1. The client application invokes the “LocalNewsWeather” operation of the “NewsAndWeather” orchestration service providing the latitude and longitude of a city. The “NewsAndWeather” service invokes the REST service of openstreetmap.com to retrieve the city name and zip code.

2. The “LocalNewsWeather” operation then invokes the “CompositeNewsWeather” operation of the same service using the city name and the Zip code.

3. The “CompositeNewsWeather” service invokes the news.google.com’s XML/REST service in the back end with the city name to retrieve the news of the city. It also invokes the wsf.cdyne.com SOAP service to retrieve the current weather and the weather forecast information using the city’s zip code.

4. The “NewsAndWeather” service then combines the responses from both these services and returns a concise response back to the invoking service.

 

CRM App

The CRM App is sample application that uses SalesForce CRM as the back end and shows the capability of the MobileFabric in identifying the exposed services via business connectors. It also shows how to configure the retrieved data and provide it to the client app for online use.

The CRM application of the MobileFabric that is configured in this test drive, will demonstrate the capability of the MobileFabric to discover and display the data of the SalesForce back end services.

For the CRM application, the test drive walks you to first sign up for a SalesForce trial account, create a new app in the SalesForce which will provide the consumer key and consumer secret, white list the IP address of the test drive’s MobileFabric in SalesForce, modify the existing identity service of the MobileFabric with the new consumer key and consumer secret, modify the existing services of SalesForce with the new SalesForce user id and password and launching the Cordova client application in an android emulator.

This test drive also covers the steps needed for the minimal configuration of the MobileFabric services, which connect to the SalesForce back end and retrieve the data. We will also take you on a quick tour of how a new MobileFabric service is created and tested and also provide a quick review of the Cordova client side code of CRM App.

When a new SalesForce account is created, SalesForce populates the objects with data. For this lab, we will leverage this existing SalesForce back end data of the new account.

The CRM App will use one identity service and three integration services that will be setup and configured on the test drive’s AWS cloud of the MobileFabric. The identity service will use the built in SalesForce adapter along with the user’s SalesForce credentials to connect to SalesForce. The integration services will discover the metadata of the exposed objects of SalesForce and provide the operations, which will be invoked by the Cordova client application.

 

 

Below is the quick overview of the functionality provided using the services that are the set up

in the MobileFabric test drive.

1. The client side Cordova application connects to the MobileFabric using the app Key and app Secret of the published MobileFabric application. 

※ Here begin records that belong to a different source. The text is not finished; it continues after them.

"""Every error is a problem document (RFC 9457), whatever went wrong."""

import sqlite3
from collections.abc import Iterator
from pathlib import Path
from typing import Any

import httpx
import pytest
from sqlalchemy import event

from support.api import Api, reading_only, sampled_by_hand, serving
from support.databases import PostgresServer
from support.specs import small
from support.sweeps import small_sweep
from sweepmill.messages import Problem
from sweepmill_service.database import open_database
from sweepmill_service.migrations import migrate
from sweepmill_service.store import Store


@pytest.fixture
def database(tmp_path: Path) -> Path:
    return tmp_path / "sweeps.sqlite"


@pytest.fixture
def api(database: Path) -> Iterator[Api]:
    with serving(reading_only(f"sqlite:///{database}")) as running:
        yield running


def problem_of(answer: httpx.Response, status: int) -> Problem:
    assert answer.status_code == status, answer.text
    assert answer.headers["content-type"] == "application/problem+json"
    assert answer.headers["cache-control"] == "no-store"
    problem = Problem.model_validate_json(answer.content)
    assert problem.status == status
    assert problem.detail
    return problem


def test_what_is_not_there_is_a_problem(api: Api) -> None:
    assert problem_of(api.http.get("/v2/sweeps"), 404).instance == "/v2/sweeps"
    refused = api.http.put("/v1/sweeps", json={})
    problem_of(refused, 405)
    assert set(refused.headers["allow"].split(", ")) <= {"GET", "POST"}
    assert "ensemble" in problem_of(api.http.get("/v1/ensembles/00000000"), 404).detail
    problem_of(api.http.get("/v1/sweeps/00000000/events"), 404)


def test_bodies_that_are_not_json_are_problems(api: Api) -> None:
    json = {"Content-Type": "application/json"}
    problem_of(api.http.post("/v1/sweeps", content=b"{", headers=json), 400)
    problem_of(api.http.post("/v1/sweeps", content=b"[1]", headers=json), 422)
    problem_of(api.http.post("/v1/sweeps", content=b"\xff\xfe", headers=json), 400)
    problem_of(api.http.post("/v1/sweeps", content=b'{"a": ' + b"9" * 5000 + b"}", headers=json), 400)
    problem_of(api.http.post("/v1/sweeps", content=b"a=1"), 415)
    problem_of(api.http.post("/v1/sweeps", data={"a": "1"}), 415)


def test_parameters_out_of_range_are_named(api: Api) -> None:
    problem = problem_of(api.http.get("/v1/sweeps", params={"limit": 0, "state": "running"}), 422)
    assert {fault["path"] for fault in problem.faults} == {"query.limit", "query.state"}


def test_no_acceptable_format_is_a_problem(api: Api) -> None:
    sweep = small_sweep()
    api.submit(sweep)
    answer = api.http.get(f"/v1/sweeps/{sweep.key}/table", headers={"Accept": "image/png"})
    assert "text/csv" in problem_of(answer, 406).detail


def test_an_ambiguous_key_lists_its_candidates(api: Api) -> None:
    sweep = small_sweep()
    api.submit(sweep)
    twin = sweep.key[:40] + ("0" if sweep.key[40] != "0" else "1") + sweep.key[41:]
    with api.store.engine.begin() as connection:
        columns = [row[1] for row in connection.exec_driver_sql("PRAGMA table_info(sweep)")]
        others = ", ".join(columns[1:])
        connection.exec_driver_sql(f"INSERT INTO sweep SELECT '{twin}', {others} FROM sweep")
    problem = problem_of(api.http.get(f"/v1/sweeps/{sweep.key[:12]}"), 409)
    assert {fault["message"] for fault in problem.faults} == {sweep.key, twin}
    assert api.http.get(f"/v1/sweeps/{sweep.key[:41]}").status_code == 200


def test_limits_are_named_with_what_would_pass(database: Path) -> None:
    with serving(reading_only(f"sqlite:///{database}", limits={"ensembles": 3, "sites": 10})) as api:
        too_many = problem_of(api.http.post("/v1/sweeps", json=small()), 422)
        assert [fault["path"] for fault in too_many.faults] == ["circuit.sites[1]", "circuit"]
        assert "at most 3 ensembles" in too_many.faults[1]["message"]
        large = problem_of(api.http.post("/v1/estimate", json=small(circuit__measurement_rate=0.1)), 422)
        assert [fault["path"] for fault in large.faults] == ["circuit.sites[1]"]


def test_a_trillion_ensembles_are_refused_without_expanding_them(api: Api) -> None:
    wide = {"from": 0.0, "to": 1.0, "points": 100_000}
    body = small(circuit__sites={"from": 2, "to": 200_000, "step": 2}, circuit__measurement_rate=wide)
    problem = problem_of(api.http.post("/v1/sweeps", json=body), 422)
    assert "10000000000" in problem.faults[1]["message"]


@pytest.mark.parametrize(
    ("changes", "path"),
    [
        ({"circuit__sites": [8, 10**30]}, "circuit.sites[1]"),
        ({"circuit__layers": 10**9}, "circuit.layers"),
        ({"circuit__layers": {"per_site": 10**18}}, "circuit.layers.per_site"),
        ({"stop__trajectories": 10**400}, "stop.trajectories"),
        ({"observe": [{"quantity": "entropy", "at": {"log_spaced": 10**9}}]}, "observe[0].at.log_spaced"),
    ],
)
def test_numbers_beyond_all_bounds_are_refused_at_once(api: Api, changes: dict[str, Any], path: str) -> None:
    problem = problem_of(api.http.post("/v1/sweeps", json=small(**changes)), 422)
    assert [fault["path"] for fault in problem.faults] == [path]


def test_a_trajectory_too_long_for_this_server_is_refused(database: Path) -> None:
    with serving(reading_only(f"sqlite:///{database}", limits={"trajectory_seconds": 1e-6})) as api:
        problem = problem_of(api.http.post("/v1/sweeps", json=small()), 422)
        assert "predicted to take" in problem.faults[0]["message"]


def test_a_locked_database_is_said_so_and_reading_goes_on(api: Api, database: Path) -> None:
    @event.listens_for(api.store.engine, "do_connect")
    def impatient(dialect: Any, record: Any, arguments: Any, options: dict[str, Any]) -> None:
        options["timeout"] = 0.1

    api.store.engine.dispose()
    other = sqlite3.connect(database, isolation_level=None)
    other.execute("BEGIN IMMEDIATE")
    answer = api.submit(small_sweep())
    assert "locked" in problem_of(answer, 503).detail
    assert int(answer.headers["retry-after"]) > 0
    assert api.http.get("/v1/sweeps").status_code == 200
    other.execute("ROLLBACK")
    other.close()
    assert api.submit(small_sweep()).status_code == 201


def test_a_full_disk_is_said_so(api: Api) -> None:
    @event.listens_for(api.store.engine, "connect")
    def small_disk(connection: Any, record: Any) -> None:
        connection.execute("PRAGMA max_page_count = 1")  # SQLite then reports the error of a full disk

    api.store.engine.dispose()
    sweep = small_sweep(rates=300)
    assert "full" in problem_of(api.submit(sweep), 503).detail
    assert api.http.get("/v1/sweeps").json()["sweeps"] == []


def test_a_failure_of_ours_shows_nothing_of_the_inside(api: Api) -> None:
    sweep = small_sweep(cap=10)
    api.submit(sweep)
    sampled_by_hand(api.store, sweep, 5)
    with api.store.engine.begin() as connection:
        connection.exec_driver_sql("UPDATE total SET accumulator = x'00'")
    problem = problem_of(api.http.get(f"/v1/sweeps/{sweep.key}/table"), 500)
    assert "struct" not in problem.detail
    assert "unpack" not in problem.model_dump_json()


def test_a_database_that_cannot_be_opened_is_the_reason_of_not_being_ready(tmp_path: Path) -> None:
    (tmp_path / "text.sqlite").write_text("this is no database, it only is a file of some length\n" * 40)
    with serving(reading_only(f"sqlite:///{tmp_path / 'text.sqlite'}")) as api:
        assert api.http.get("/healthz").json() == {"status": "ok"}
        assert "not a database" in problem_of(api.http.get("/readyz"), 503).detail
        assert "not a database" in problem_of(api.http.get("/v1/sweeps"), 503).detail


def test_a_database_of_a_later_release_is_left_alone(database: Path) -> None:
    engine = open_database(f"sqlite:///{database}")
    migrate(engine)
    with engine.begin() as connection:
        connection.exec_driver_sql("UPDATE alembic_version SET version_num = 'ffff'")
    Store(engine)
    engine.dispose()
    with serving(reading_only(f"sqlite:///{database}")) as api:
        assert "later release" in problem_of(api.http.get("/readyz"), 503).detail


def test_a_postgres_server_that_goes_away_is_said_so_and_found_again(postgres: PostgresServer) -> None:
    with postgres.database("migrated") as url, serving(reading_only(url)) as api:
        assert api.http.get("/readyz").status_code == 200
        postgres.stop()
        try:
            answer = api.http.get("/v1/sweeps")
            assert "does not answer" in problem_of(answer, 503).detail
            assert int(answer.headers["retry-after"]) > 0
            assert "database" in problem_of(api.http.get("/readyz"), 503).detail
            assert api.http.get("/healthz").status_code == 200
        finally:
            postgres.start()
        assert api.http.get("/v1/sweeps").status_code == 200
        assert api.http.get("/readyz").status_code == 200


def test_a_batch_too_large_for_a_worker_is_refused(database: Path) -> None:
    with serving(reading_only(f"sqlite:///{database}", limits={"worker_bytes": 2**26})) as api:
        every = {"average_over": {"last": 1, "every": 2}}
        circuit = {"circuit__sites": 512, "circuit__layers": 20_000, "circuit__measurement_rate": 0.1}
        cuts = [{"quantity": "entropy", "region": "every-cut", "at": every}]
        problem = problem_of(api.http.post("/v1/sweeps", json=small(**circuit, observe=cuts)), 422)
        assert [fault["path"] for fault in problem.faults] == ["observe"]
        assert "67108864" in problem.faults[0]["message"]


def test_what_no_engine_takes_is_refused_with_what_would_pass(database: Path) -> None:
    with serving(reading_only(f"sqlite:///{database}", limits={"sites": 4096})) as api:
        crowded = {"circuit__sites": 4096, "circuit__references": 8, "circuit__layers": 2}
        problem = problem_of(api.http.post("/v1/sweeps", json=small(**crowded, observe=[{"quantity": "entropy"}])), 422)
        assert problem.faults == [{"path": "circuit", "message": "sites: at most 4088 beside 8 references, got 4096"}]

2. The MobileFabric’s identity service that is configured with your SalesForce Customer Key and Secret will authenticate against SalesForce’s authentication mechanism.

3. The ContactIntgServiceTD, AccountIntgServiceTD, OpportunityIntgServiceTD and LeadIntgServiceTD services that are set up in MobileFabric will discover the metadata of the Contact, Account, Opportunity and Lead objects of SalesForce and will perform the required response XPath mappings.

4. The ContactIntgServiceTD, AccountIntgServiceTD, OpportunityIntgServiceTD and LeadIntgServiceTD services return the data that is needed by the Cordova client application.